Отец в разговорах о Борисоглебке и «вороньей слободке» никогда не участвовал, как помнил Арсений. Почему? Надо спросить у него сегодня. Хотя, может, и не стоит. Упоминания о том времени, когда у них с мамой все было хорошо, его наверняка расстроит. Он и так не без труда решился на эту поездку. Стоит поберечь его. Куда он без него?
Арсений легко нашел дом, спрятавшийся чуть в стороне от проезжей части. Здание теперь ничем не напоминало жилое. Видимо, последние жильцы съехали отсюда уже давно, а дом превратили в какое-то учреждение. Арсений подошел ближе, прочитал вывеску: «Институт курортологии. Филиал». Ну что же, филиал так филиал. Не очень оживленный, видать, филиал. На двери висел непомерно огромный замок, будто это был не филиал медицинского учреждения, а какой-нибудь вещевой склад. Все попытки представить, как здесь жили дедушка с бабушкой и мамой, успехом не увенчались. Из этого места что-то безжалостно выкорчевали, и взгляду не за что было зацепиться, чтобы воображение смогло затеять какую-нибудь игру.
Дедушка тогда был еще совсем не старый, много сочинял, к нему захаживали друзья-композиторы: Пейко, Вайнберг, Борис Чайковский, тот же Лапшин… Как все сложилось у Лапшина? Его по-прежнему все считают стукачом? Или все растворилось? Мама здесь бегала девочкой. Во что она играла в этом дворе? Какой была тогда? В их семье не принято хранить фотографии… Почему, кстати?
Сердце поджало. Он разнервничался.
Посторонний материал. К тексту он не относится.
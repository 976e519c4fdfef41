using System.Runtime.CompilerServices;
using System.Runtime.Intrinsics;

namespace Stochastic.Chains.Kernels;

/// <summary>The diagonal of a product of two square matrices, without the rest of it.</summary>
internal static class ProductDiagonal
{
    private const int Lanes = 4;
    private const int Tile = 64;

    /// <summary>
    /// Adds the entries (k, k) of left · right to the sums: products in ascending order of the inner index, each with at most two roundings.
    /// </summary>
    internal static void Add(MatrixView left, MatrixView right, Span<double> sums)
    {
        var size = sums.Length;
        var whole = size / Lanes * Lanes;
        for (var first = 0; first < whole; first += Tile)
        {
            var last = Math.Min(first + Tile, whole);
            for (var start = 0; start < whole; start += Tile)
            {
                for (var state = first; state < last; state += Lanes)
                {
                    AddFour(ref left[state, start], left.Stride, ref right[start, state], right.Stride, Math.Min(Tile, whole - start), ref sums[state]);
                }
            }
        }

        for (var state = 0; state < size; state++)
        {
            for (var other = state < whole ? whole : 0; other < size; other++)
            {
                sums[state] = double.MultiplyAddEstimate(left[state, other], right[other, state], sums[state]);
            }
        }
    }

    /// <summary>Columns of four rows of the left matrix against rows of four columns of the right one.</summary>
    private static void AddFour(ref double left, nint leftStride, ref double right, nint rightStride, int inner, ref double sums)
    {
        var sum = Vector256.LoadUnsafe(ref sums);
        for (; inner > 0; inner--)
        {
            var column = Vector256.Create(
                left, Unsafe.Add(ref left, leftStride), Unsafe.Add(ref left, 2 * leftStride), Unsafe.Add(ref left, 3 * leftStride));
            sum = Vector256.MultiplyAddEstimate(column, Vector256.LoadUnsafe(ref right), sum);
            left = ref Unsafe.Add(ref left, 1);
            right = ref Unsafe.Add(ref right, rightStride);
        }

        sum.StoreUnsafe(ref sums);
    }
}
Пространство сдавило его почти физически, и он торопливо покинул этот притихший двор.
В горле пересохло.
Он выбрался из переулка на Калининский проспект, щегольски поблескивавший стеклянными высотками. Задышалось чуть легче, но вскоре воздух вокруг снова потяжелел. На Москву наступала жара, и сейчас она совершала один из широких и решительных шагов. На углу стояла светлая продолговатая бочка на двух колесах. На ее боку не без изящества было выведено слово «хлебный», а под ним, погрубее и покрупнее, «квас». Рядом с бочкой сидела немолодая женщина в платочке и белом халате.
Арсений купил большую кружку и с наслаждением выпил ее почти сразу. Вкус кваса настроил его на какой-то неожиданно веселый лад. Как молнией его ударила мысль: что-то надо привезти Лене, какой-нибудь сувенир из Москвы. Но вот какой? Он стал лихорадочно размышлять на эту тему. Однако полное отсутствие опыта в части одаривания дам (если, конечно, не считать подаренного Кате Толоконниковой Кольриджа) быстро завело его в тупик.